# Zugriff auf Fileserver klappt nicht



## wheely (21. Mai 2004)

hi,
ich möchte mit meinem Linux-Rechner auf den Fileserver 'W2kserver' und dort auf den Ordner 'shares' zugreifen.
Ich bekomme aber dann diese Fehlermeldung:

linux:/home/admin # mount -t smbfs //W2kserver/shares /mnt/shares -o username=username,password=password
5818: tree connect failed: ERRDOS - ERRnosuchshare (You specified an invalied share name)
SMB Connection failed

Der Ordner 'shares' ist aber auf dem 'W2kserver' vorhanden.
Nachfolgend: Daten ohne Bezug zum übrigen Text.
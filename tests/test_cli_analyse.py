"""`driftloop analyse` end to end on the bundled sample release, and `driftloop export`."""

import json
import re
from pathlib import Path

import pandas as pd
import pytest

from driftloop.cli import main

SAMPLE = Path(__file__).resolve().parent.parent / "sample_tracks" / "orravane_a.csv"
CONTRACT = {
    "drifter_id": str, "start": str, "end": str, "kind": str, "spin": str,
    "period_h": float, "radius_km": float, "speed_m_s": float, "cycles": float,
    "lat": float, "lon": float, "inertial_period_h": float, "inertial_radius_km": float,
    "period_ratio": float, "radius_ratio": float,
}
ISO_Z = re.compile(r"^\d{4}-\d\d-\d\dT\d\d:\d\d:\d\d(\.\d+)?Z$")


@pytest.fixture(scope="module")
def run_dir(tmp_path_factory):
    out = tmp_path_factory.mktemp("run") / "orravane_a"
    assert main(["analyse", str(SAMPLE), "--out", str(out), "--no-land-test", "--quiet"]) == 0
    return out


def test_loops_geojson_follows_the_contract(run_dir):
    collection = json.loads((run_dir / "loops.geojson").read_text())
    assert collection["type"] == "FeatureCollection" and "crs" not in collection  # RFC 7946
    features = collection["features"]
    assert features
    for feature in features:
        props = feature["properties"]
        for key, kind in CONTRACT.items():
            assert isinstance(props[key], int | float) if kind is float else \
                isinstance(props[key], kind), key
        assert ISO_Z.match(props["start"]) and ISO_Z.match(props["end"])
        assert props["kind"] in {"inertial", "eddy", "tidal", "other"}
        assert props["spin"] in {"cyclonic", "anticyclonic"}
        assert feature["geometry"]["type"] in {"LineString", "MultiLineString"}


def test_the_eddy_drifter_loops_are_not_called_inertial(run_dir):
    # sample_tracks/README.md: ORV-A06 orbits a cyclonic eddy at 12 km, 4.0-day period
    events = pd.read_csv(run_dir / "loops.csv")
    slow = events[(events["drifter_id"] == "ORV-A06") & (events["period_h"] > 48)]
    assert len(slow) == 1
    eddy = slow.iloc[0]
    assert eddy["kind"] == "eddy" and eddy["spin"] == "cyclonic"
    assert eddy["period_h"] == pytest.approx(96.0, rel=0.05)
    assert eddy["radius_km"] == pytest.approx(12.0, rel=0.1)
    inertial = events[events["kind"] == "inertial"]
    assert (inertial["spin"] == "anticyclonic").all()
    assert (inertial["period_ratio"].between(0.85, 1.15)).all()


def test_summary_counts_events_and_checks_the_inertial_peak(run_dir):
    summary = json.loads((run_dir / "summary.json").read_text())
    assert summary["accounting"]["balanced"]
    counts = summary["loops"]["by_kind"]
    assert sum(counts.values()) == summary["loops"]["events"]
    per_drifter = sum(sum(d["events"].values()) for d in summary["drifters"].values())
    assert per_drifter == summary["loops"]["events"]
    peak = summary["release"]["inertial_peak_check"]
    assert peak["drifters_checked"] == 8 and peak["within_tolerance"] == 8


def test_resampled_outputs_read_back(run_dir):
    xr = pytest.importorskip("xarray")
    table = pd.read_csv(run_dir / "resampled.csv")
    with xr.open_dataset(run_dir / "resampled.nc") as ds:
        # CF Conventions 1.11, section 9: contiguous ragged array of trajectories
        assert ds.attrs["featureType"] == "trajectory"
        assert int(ds["rowSize"].sum()) == len(table) == ds.sizes["obs"]
    assert (pd.to_datetime(table["time"]).dt.minute == 0).all()  # whole hours


def test_export_writes_a_geopackage_from_the_run_folder(run_dir):
    pyogrio = pytest.importorskip("pyogrio")
    assert main(["export", str(run_dir), "--formats", "gpkg", "--quiet"]) == 0
    layers = {name for name, _ in pyogrio.list_layers(run_dir / "driftloop.gpkg")}
    assert layers == {"fixes", "tracks", "loops", "loop_centres", "loop_shapes"}
    loops = pyogrio.read_dataframe(run_dir / "driftloop.gpkg", layer="loops")
    assert len(loops) == len(pd.read_csv(run_dir / "loops.csv"))


def test_export_refuses_a_folder_that_is_not_a_run(tmp_path, capsys):
    assert main(["export", str(tmp_path), "--formats", "gpkg"]) == 1
    assert "not a driftloop run folder" in capsys.readouterr().err


def test_unknown_format_is_refused(tmp_path, capsys):
    assert main(["export", str(tmp_path), "--formats", "shapefile"]) == 1
    assert "unknown format shapefile" in capsys.readouterr().err
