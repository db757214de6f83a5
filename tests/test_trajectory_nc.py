"""CF trajectory NetCDF writer (driftloop.io.trajectory_nc).

Independent readers: xarray (netCDF4 engine) and driftloop's own CF reader
(driftloop.io.netcdf.read_netcdf).  Layout and attribute names follow the CF
Conventions 1.11, chapter 9 (contiguous ragged array, 9.3.3).
"""

from __future__ import annotations

import json
import os

import numpy as np
import pandas as pd
import pytest
import xarray as xr

from driftloop.config import Config, ReadConfig, provenance
from driftloop.io.netcdf import read_netcdf
from driftloop.io.trajectory_nc import write_trajectories_nc


def _table() -> pd.DataFrame:
    rng = np.random.default_rng(0)
    rows = []
    for drifter, segment, start, n in (("ORV-A01", 0, "2024-04-02T01:00Z", 30),
                                       ("ORV-A01", 1, "2024-04-05T07:00Z", 12),
                                       ("B 2", 0, "2024-04-03T00:00Z", 20)):
        rows.append(pd.DataFrame({
            "drifter_id": drifter,
            "segment": np.int32(segment),
            "time": pd.date_range(start, periods=n, freq="h"),
            "lat": 43.0 + rng.normal(0, 0.01, n).cumsum(),
            "lon": (179.9 + rng.normal(0, 0.01, n).cumsum() + 180.0) % 360.0 - 180.0,
            "u": rng.normal(0, 0.2, n),
            "v": rng.normal(0, 0.2, n),
            "sigma_m": 10.0 + rng.uniform(0, 5, n),
            "in_gap": rng.random(n) < 0.2,
            "gap_h": 0.0,
        }))
    table = pd.concat(rows, ignore_index=True)
    table["gap_h"] = np.where(table["in_gap"], 4.5, 0.0)
    table["drifter_id"] = table["drifter_id"].astype("string")
    return table


def test_round_trip_through_xarray(tmp_path):
    table = _table()
    path = write_trajectories_nc(tmp_path / "tracks.nc", table,
                                 {"driftloop_provenance": provenance(Config()),
                                  "title": "test tracks"})
    with xr.open_dataset(path) as ds:
        assert ds.attrs["Conventions"] == "CF-1.11"
        assert ds.attrs["featureType"] == "trajectory"
        assert ds.attrs["title"] == "test tracks"
        prov = json.loads(ds.attrs["driftloop_provenance"])
        assert prov["parameters"]["resample"]["max_gap_h"] == Config().resample.max_gap_h
        assert ds.sizes == {"trajectory": 3, "obs": len(table)}
        assert ds["trajectory_id"].attrs["cf_role"] == "trajectory_id"
        assert ds["rowSize"].attrs["sample_dimension"] == "obs"
        # sorted by drifter id, then segment
        assert ds["trajectory_id"].values.tolist() == ["B 2/0", "ORV-A01/0", "ORV-A01/1"]
        assert ds["rowSize"].values.tolist() == [20, 30, 12]
        assert ds["segment"].values.tolist() == [0, 0, 1]
        assert ds["time"].encoding["units"] == "seconds since 1970-01-01T00:00:00Z"
        assert ds["time"].encoding["calendar"] == "standard"
        assert ds["lat"].attrs["units"] == "degrees_north"
        assert ds["lon"].attrs["units"] == "degrees_east"
        assert ds["u"].attrs["standard_name"] == "eastward_sea_water_velocity"
        assert ds["v"].attrs["standard_name"] == "northward_sea_water_velocity"
        assert ds["u"].attrs["units"] == "m s-1" and "Lagrangian" in ds["u"].attrs["long_name"]
        assert ds["in_gap"].dtype == np.int8
        assert ds["in_gap"].attrs["flag_values"].tolist() == [0, 1]
        assert ds["in_gap"].attrs["flag_meanings"].split() == ["between_close_fixes",
                                                               "inside_gap"]
        expected = table.sort_values(["drifter_id", "segment", "time"], kind="stable")
        np.testing.assert_array_equal(ds["lat"].values, expected["lat"].to_numpy())
        np.testing.assert_array_equal(ds["lon"].values, expected["lon"].to_numpy())
        np.testing.assert_array_equal(ds["u"].values, expected["u"].to_numpy())
        np.testing.assert_array_equal(ds["sigma_m"].values, expected["sigma_m"].to_numpy())
        np.testing.assert_array_equal(ds["in_gap"].values.astype(bool),
                                      expected["in_gap"].to_numpy())
        np.testing.assert_array_equal(ds["gap_h"].values, expected["gap_h"].to_numpy())
        times = pd.DatetimeIndex(ds["time"].values).tz_localize("UTC")
        assert (times == pd.DatetimeIndex(expected["time"])).all()


def test_round_trip_through_driftloops_reader(tmp_path):
    table = _table()
    path = write_trajectories_nc(tmp_path / "tracks.nc", table, {})
    back = read_netcdf(path, ReadConfig())
    expected = table.sort_values(["drifter_id", "segment", "time"], kind="stable")
    ids = (expected["drifter_id"].astype(str) + "/" + expected["segment"].astype(str)).tolist()
    assert back["drifter_id"].astype(str).tolist() == ids
    np.testing.assert_array_equal(back["lat"].to_numpy(), expected["lat"].to_numpy())
    np.testing.assert_array_equal(back["lon"].to_numpy(), expected["lon"].to_numpy())
    assert (pd.DatetimeIndex(back["time"]) == pd.DatetimeIndex(expected["time"])).all()
    assert (back["parse_error"] == "").all()


def test_resampled_output_round_trips(tmp_path):
    from driftloop.resample import resample_all

    t = pd.date_range("2024-04-02T00:17Z", periods=100, freq="50min")
    fixes = pd.DataFrame({"drifter_id": "X", "time": t,
                          "lat": np.linspace(-60, -60.5, 100), "lon": np.linspace(179, 181, 100),
                          "qc_flag": 1})
    fixes["lon"] = (fixes["lon"] + 180) % 360 - 180
    track, _ = resample_all(fixes)
    path = write_trajectories_nc(tmp_path / "x.nc", track, {})
    back = read_netcdf(path, ReadConfig())
    np.testing.assert_array_equal(back["lat"].to_numpy(), track["lat"].to_numpy())
    np.testing.assert_array_equal(back["lon"].to_numpy(), track["lon"].to_numpy())
    assert (pd.DatetimeIndex(back["time"]) == pd.DatetimeIndex(track["time"])).all()


def test_write_is_atomic(tmp_path, monkeypatch):
    path = tmp_path / "tracks.nc"
    path.write_bytes(b"previous complete file")

    def fail(self, *args, **kwargs):
        raise OSError("disk full")

    monkeypatch.setattr(xr.Dataset, "to_netcdf", fail)
    with pytest.raises(OSError, match="disk full"):
        write_trajectories_nc(path, _table(), {})
    assert path.read_bytes() == b"previous complete file"
    assert os.listdir(tmp_path) == ["tracks.nc"]  # no temporary file left


def test_missing_column_and_empty_table(tmp_path):
    with pytest.raises(ValueError, match="sigma_m"):
        write_trajectories_nc(tmp_path / "a.nc", _table().drop(columns="sigma_m"), {})
    empty = _table().iloc[:0]
    path = write_trajectories_nc(tmp_path / "empty.nc", empty, {})
    with xr.open_dataset(path) as ds:
        assert ds.sizes["trajectory"] == 0 and ds.sizes["obs"] == 0
        assert ds.attrs["featureType"] == "trajectory"


def test_file_gets_the_permissions_of_a_new_file_and_stale_parts_go(tmp_path):
    # POSIX: a new file gets 0o666 less the process umask (open(2), umask(2)); the
    # writer's private temporary file must not pass its 0o600 on to the output.
    stale = tmp_path / ".tracks.nc.999999999.a1b2.part"  # pid above Linux's pid_max
    stale.write_bytes(b"half a file")
    old = os.umask(0o027)
    try:
        path = write_trajectories_nc(tmp_path / "tracks.nc", _table(), {})
    finally:
        os.umask(old)
    assert oct(os.stat(path).st_mode & 0o777) == oct(0o640)
    assert sorted(os.listdir(tmp_path)) == ["tracks.nc"]
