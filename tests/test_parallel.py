"""Parallel runs on Dask give the bytes of a serial run.

The reference is the serial, in-process run of the same command: every
output but the run clock in ``provenance.json`` must be byte-identical
(docs/scaling.md).  The cluster is a ``dask.distributed.LocalCluster`` on
127.0.0.1 with two single-thread worker processes.
"""

from __future__ import annotations

import json
import os
import re
import subprocess
import sys
from pathlib import Path

import pytest

from driftloop import streaming
from driftloop.cli import main
from driftloop.config import Config

pytest.importorskip("dask.distributed")

CLOCK = ("written_utc", "run_seconds", "stage_seconds")


def _same_outputs(a: Path, b: Path) -> list[str]:
    names = sorted(p.name for p in a.iterdir())
    assert names == sorted(p.name for p in b.iterdir())
    for name in names:
        x, y = (a / name).read_bytes(), (b / name).read_bytes()
        if name == "report.html":  # its run-clock paragraph states the run's times
            x, y = (re.sub(rb"<p id='run-clock'>.*?</p>", b"", v) for v in (x, y))
        if name == "provenance.json":
            x, y = json.loads(x), json.loads(y)
            for key in CLOCK:
                x.pop(key, None)
                y.pop(key, None)
        assert x == y, name
    return names


@pytest.fixture(scope="module")
def release(tmp_path_factory) -> Path:
    from driftloop.synth import simulate_many

    folder = tmp_path_factory.mktemp("release")
    fixes = simulate_many(4, 9, 5, truth=False).fixes.copy()
    fixes["time"] = fixes["time"].dt.strftime("%Y-%m-%dT%H:%M:%SZ")
    fixes = fixes.sort_values("time", kind="stable")  # drifters mixed in both files
    half = len(fixes) // 2
    fixes.iloc[:half].to_csv(folder / "a.csv", index=False)
    fixes.iloc[half:].to_csv(folder / "b.csv", index=False)
    return folder


@pytest.mark.slow
def test_a_local_cluster_gives_the_bytes_of_a_serial_run(release, tmp_path, monkeypatch):
    from dask.distributed import LocalCluster

    monkeypatch.setattr(streaming, "BATCH_DRIFTERS", 1)  # one task per drifter
    paths = sorted(release.iterdir())
    config = Config().replace("qc", land_test=False)
    formats = ["geojson", "parquet"]
    streaming.run(paths, tmp_path / "serial", config, formats=formats)
    with LocalCluster(n_workers=2, threads_per_worker=1, processes=True, host="127.0.0.1",
                      dashboard_address=None,
                      scheduler_kwargs={"dashboard_address": "127.0.0.1:0"}) as cluster:
        run = streaming.run(paths, tmp_path / "cluster", config, formats=formats,
                            scheduler=cluster.scheduler_address)
    assert run.drifters == 4
    names = _same_outputs(tmp_path / "serial", tmp_path / "cluster")
    assert {"loops.geojson", "fixes.csv", "summary.json", "resampled.nc"} <= set(names)


@pytest.mark.slow
def test_workers_option_gives_the_bytes_of_a_serial_run(release, tmp_path, monkeypatch):
    monkeypatch.setattr(streaming, "BATCH_DRIFTERS", 2)
    common = [str(release), "--no-land-test", "--quiet"]
    # same folder name: the report's title names it
    assert main(["analyse", *common, "--out", str(tmp_path / "serial" / "run")]) == 0
    assert main(["analyse", *common, "--out", str(tmp_path / "two" / "run"),
                 "--workers", "2"]) == 0
    assert "report.html" in _same_outputs(tmp_path / "serial" / "run", tmp_path / "two" / "run")


def test_workers_below_one_are_refused_in_one_line(release, tmp_path, capsys):
    code = main(["qc", str(release), "--out", str(tmp_path / "out"), "--workers", "0"])
    assert code == 1
    err = capsys.readouterr().err
    assert err.count("\n") == 1 and "--workers" in err
    assert not (tmp_path / "out").exists()


_FACTS = """
import os, sys
from driftloop.parallel import executor

def facts(item):
    return item, os.environ.get("MALLOC_TRIM_THRESHOLD_"), "colorsys" in sys.modules

if __name__ == "__main__":
    assert "colorsys" not in sys.modules
    with executor(2, preload=("colorsys",)) as ex:
        print(list(ex.map(facts, range(4))))
"""


@pytest.mark.slow
def test_local_workers_start_with_the_preloaded_modules_and_glibc_malloc_defaults(tmp_path):
    # colorsys: a standard module that neither driftloop nor Dask imports.
    # MALLOC_TRIM_THRESHOLD_, when set, turns off glibc's adaptive mmap threshold
    # (mallopt(3), M_TRIM_THRESHOLD and M_MMAP_THRESHOLD, Linux man-pages); Dask
    # sets it for the workers it spawns and leaves it in the environment
    script = tmp_path / "facts.py"
    script.write_text(_FACTS)
    env = {**os.environ, "MALLOC_TRIM_THRESHOLD_": "65536"}
    done = subprocess.run([sys.executable, str(script)], capture_output=True, text=True,
                          env=env, timeout=300, check=False)
    assert done.returncode == 0, done.stderr[-2000:]
    assert done.stdout.strip() == str([(k, None, True) for k in range(4)])
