def test_empty_catalogue_gives_empty_valid_layers(tmp_path, tables):
    events = tables["events"].iloc[:0]
    written = export_run({"tracks": tables["tracks"], "events": events}, tmp_path,
                         formats=("geojson", "gpkg"))
    assert (tmp_path / "loop_shapes.geojson") in written
    data = _geojson(tmp_path, "loop_shapes")
    assert data["features"] == [] and "bbox" not in data
    assert len(pyogrio.read_dataframe(tmp_path / "loop_shapes.geojson")) == 0
    assert len(pyogrio.read_dataframe(tmp_path / "driftloop.gpkg", layer="loops")) == 0


def test_bad_requests_are_refused(tmp_path, tables):
    with pytest.raises(ValueError, match="unknown export format"):
        export_run(tables, tmp_path, formats=("shapefile",))
    with pytest.raises(ValueError, match="unknown table"):
        export_run({"ridges": tables["tracks"]}, tmp_path)
    with pytest.raises(ValueError, match="lacks column"):
        export_run({"tracks": tables["tracks"].drop(columns="lat")}, tmp_path)
    layer = build_layers({"fixes": tables["fixes"]})["fixes"].to_crs("EPSG:3857")
    with pytest.raises(ValueError, match="WGS 84"):
        geojson_text(layer)


def test_longitudes_beyond_180_are_wrapped_before_cutting():
    line = conform_geometry(shapely.LineString([(179.0, 0.0), (181.0, 0.0), (183.0, 0.5)]))
    assert line.geom_type == "MultiLineString"
    xy = shapely.get_coordinates(line)
    assert xy[:, 0].min() >= -180.0 and xy[:, 0].max() <= 180.0
    assert xy[-1].tolist() == pytest.approx([-177.0, 0.5])


def test_docs_describe_every_layer_and_property():
    from driftloop.export.layers import EVENT_COLUMNS, TRACK_COLUMNS, TRACK_PROPERTIES

    text = (Path(__file__).resolve().parent.parent / "docs" / "gis.md").read_text()
    names = [*FIXES_CSV_COLUMNS, *TRACK_COLUMNS, *EVENT_COLUMNS, *TRACK_PROPERTIES, "shape_kind"]
    missing = sorted({n for n in names if f"| `{n}` |" not in text})
    assert not missing, f"docs/gis.md lacks {missing}"
    for name in LAYER_NAMES:
        assert f"### {name} " in text, name
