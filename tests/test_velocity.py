"""Velocities at the fixes from centred geodesic differences (driftloop.geodesy).

External check values: geodesic tracks from GeographicLib (Geodesic.WGS84.Line,
a reference implementation of Karney 2013); everything else is constructed
so that the exact answer is known (quadratic motion in the aeqd centred on
the fix, where the three-point formula must be exact).
"""

from __future__ import annotations

import numpy as np
import pytest
from geographiclib.geodesic import Geodesic

from driftloop import geodesy

WGS84 = Geodesic.WGS84
METHODS = ("geodesic", "conformal")


def _uneven_times(n: int, seed: int, lo_s: float = 1200.0, hi_s: float = 5400.0) -> np.ndarray:
    rng = np.random.default_rng(seed)
    return np.r_[0.0, np.cumsum(rng.uniform(lo_s, hi_s, n - 1))]


def _geodesic_track(lat1, lon1, azi1, speed, t):
    """Positions and forward azimuths along a geodesic at constant speed (GeographicLib)."""
    line = WGS84.Line(lat1, lon1, azi1)
    pos = [line.Position(speed * float(tk)) for tk in t]
    return (np.array([p["lon2"] for p in pos]), np.array([p["lat2"] for p in pos]),
            np.array([p["azi2"] for p in pos]))


def _angle_diff(a, b):
    return np.abs((np.asarray(a) - np.asarray(b) + 180.0) % 360.0 - 180.0)


@pytest.mark.parametrize("method", METHODS)
@pytest.mark.parametrize(
    ("name", "lat1", "lon1", "azi1"),
    [
        ("mid-latitude", 43.0, -38.5, 57.0),
        ("across the antimeridian", -20.0, 179.2, 80.0),
        ("along the equator", 0.0, -10.0, 90.0),
        ("poleward of 85 degrees", 86.0, 120.0, 140.0),
        ("passing 29 m from the north pole", 89.9, 30.0, 0.15),
    ],
)
def test_constant_speed_geodesic_gives_that_speed(method, name, lat1, lon1, azi1):
    # GeographicLib Line at uneven times: speed 0.8 m/s exactly, direction
    # the geodesic's forward azimuth at each fix
    t = _uneven_times(60, seed=3)
    lon, lat, azi = _geodesic_track(lat1, lon1, azi1, 0.8, t)
    vel = geodesy.fix_velocities(t, lon, lat, method=method)
    speed = np.hypot(vel.u_m_s, vel.v_m_s)
    np.testing.assert_allclose(speed, 0.8, rtol=1e-6)
    direction = np.degrees(np.arctan2(vel.u_m_s, vel.v_m_s))
    assert _angle_diff(direction, azi).max() < 1e-6
    if name == "along the equator":
        assert np.abs(vel.v_m_s).max() < 1e-9
    if name == "across the antimeridian":
        assert lon.min() < -179 and lon.max() > 179  # the track does cross it
    if name.startswith("passing"):
        assert lat.max() > 89.99 and lat[-1] < 89.0  # over the pole and down the far side


def _quadratic_in_aeqd(lon0, lat0, times, v0, a0):
    """Points at x(t) = v0 t + a0 t^2 / 2 in the aeqd centred on (lon0, lat0)."""
    t = np.asarray(times, dtype=float)
    x = v0[0] * t + 0.5 * a0[0] * t**2
    y = v0[1] * t + 0.5 * a0[1] * t**2
    back = geodesy.aeqd_inverse(x, y, lon0, lat0)
    return back.lon_deg, back.lat_deg


@pytest.mark.parametrize("lon0, lat0", [(-38.5, 43.0), (179.99, -61.0), (10.0, 88.0)])
def test_uneven_centred_difference_is_exact_for_quadratic_motion(lon0, lat0):
    v0 = np.array([0.31, -0.17])
    a0 = np.array([4e-5, 6e-5])
    hm, hp = 2700.0, 800.0  # very uneven steps
    lon, lat = _quadratic_in_aeqd(lon0, lat0, [-hm, 0.0, hp], v0, a0)
    vel = geodesy.fix_velocities([-hm, 0.0, hp], lon, lat)
    assert vel.u_m_s[1] == pytest.approx(v0[0], rel=1e-9)
    assert vel.v_m_s[1] == pytest.approx(v0[1], rel=1e-9)


@pytest.mark.parametrize("end", ["first", "last"])
def test_one_sided_ends_are_exact_for_quadratic_motion(end):
    v0 = np.array([-0.2, 0.45])
    a0 = np.array([-5e-5, 3e-5])
    lon0, lat0 = 150.0, -35.0
    times = [0.0, 1100.0, 4000.0] if end == "first" else [-4000.0, -1100.0, 0.0]
    lon, lat = _quadratic_in_aeqd(lon0, lat0, times, v0, a0)
    vel = geodesy.fix_velocities(times, lon, lat)
    k = 0 if end == "first" else 2
    assert vel.u_m_s[k] == pytest.approx(v0[0], rel=1e-9)
    assert vel.v_m_s[k] == pytest.approx(v0[1], rel=1e-9)


def _circle_error(step_s: float, where: str) -> float:
    """Velocity error at one fix of a circle sampled with steps (step, 0.4 step)."""
    omega, radius = 1.0e-4, 3000.0
    if where == "centre":
        t = np.array([-step_s, 0.0, 0.4 * step_s])
        k = 1
    else:
        t = np.array([0.0, step_s, 1.4 * step_s])
        k = 0
    x = radius * np.cos(omega * t)
    y = radius * np.sin(omega * t)
    back = geodesy.aeqd_inverse(x - radius, y, -20.0, 35.0)  # fix at t = 0 is the centre
    vel = geodesy.fix_velocities(t, back.lon_deg, back.lat_deg)
    exact = np.array([0.0, radius * omega])
    return float(np.hypot(vel.u_m_s[k] - exact[0], vel.v_m_s[k] - exact[1]))


@pytest.mark.parametrize("where", ["centre", "end"])
def test_second_order_error_quarters_when_the_step_halves(where):
    errors = [_circle_error(h, where) for h in (2400.0, 1200.0, 600.0)]
    ratios = [errors[0] / errors[1], errors[1] / errors[2]]
    for ratio in ratios:
        assert 3.5 < ratio < 4.5, (errors, ratios)


def test_velocities_never_reach_across_segments():
    t = np.array([0.0, 3600.0, 7200.0, 10800.0, 14400.0, 18000.0])
    lon = np.array([0.0, 0.01, 0.02, 5.0, 5.01, 6.0])  # big jump between segments
    lat = np.zeros(6)
    seg = np.array([0, 0, 0, 1, 1, 2])
    vel = geodesy.fix_velocities(t, lon, lat, seg)
    # first segment: steady eastward, 0.01 deg per hour at the equator
    expected = geodesy.inverse(0.0, 0.0, 0.01, 0.0).distance_m / 3600.0
    np.testing.assert_allclose(vel.u_m_s[:3], expected, rtol=1e-6)
    # two-fix segment: d / h at both ends
    np.testing.assert_allclose(vel.u_m_s[3:5], expected, rtol=1e-6)
    # one-fix segment: undefined
    assert np.isnan(vel.u_m_s[5]) and np.isnan(vel.v_m_s[5])


def test_two_methods_agree():
    t = _uneven_times(40, seed=11)
    rng = np.random.default_rng(5)
    lon = np.cumsum(rng.normal(0, 0.01, 40)) + 179.95
    lat = np.cumsum(rng.normal(0, 0.01, 40)) + 70.0
    a = geodesy.fix_velocities(t, lon, lat, method="geodesic")
    b = geodesy.fix_velocities(t, lon, lat, method="conformal")
    np.testing.assert_allclose(a.u_m_s, b.u_m_s, rtol=0, atol=1e-9)
    np.testing.assert_allclose(a.v_m_s, b.v_m_s, rtol=0, atol=1e-9)


def test_bad_input_is_refused():
    with pytest.raises(ValueError, match="increase"):
        geodesy.fix_velocities([0.0, 10.0, 10.0], [0.0, 0.1, 0.2], [0.0, 0.0, 0.0])
    with pytest.raises(ValueError, match="1-D"):
        geodesy.fix_velocities([0.0, 1.0], [0.0], [0.0, 0.0])
    with pytest.raises(ValueError, match="method"):
        geodesy.fix_velocities([0.0, 1.0], [0.0, 0.0], [0.0, 0.1], method="degrees")
    empty = geodesy.fix_velocities([], [], [])
    assert empty.u_m_s.shape == (0,)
Kann mir jemand weiterhelfen?
Gruß Conny


----------



## RedWing (21. Mai 2004)

Mhm der Ordner ist wahrscheinllich vorhanden, wurde aber nicht unter windows freigegeben.

Gruß

RedWing


----------



## BigTrouble (22. Mai 2004)

*samba shares ...*

Hi wheely

Du schriebst u.a.

linux:/home/admin # mount -t smbfs //W2kserver/shares /mnt/shares -o

Es muss heissen : mount -t smbfs  ////W2kserver//shares /mnt/shares -o

Du gibst diese Befehle unter Linux ein : also musst Du die "slashes /" für die Shell maskieren.

Dann sollte alles funktionieren ...

BigTrouble


----------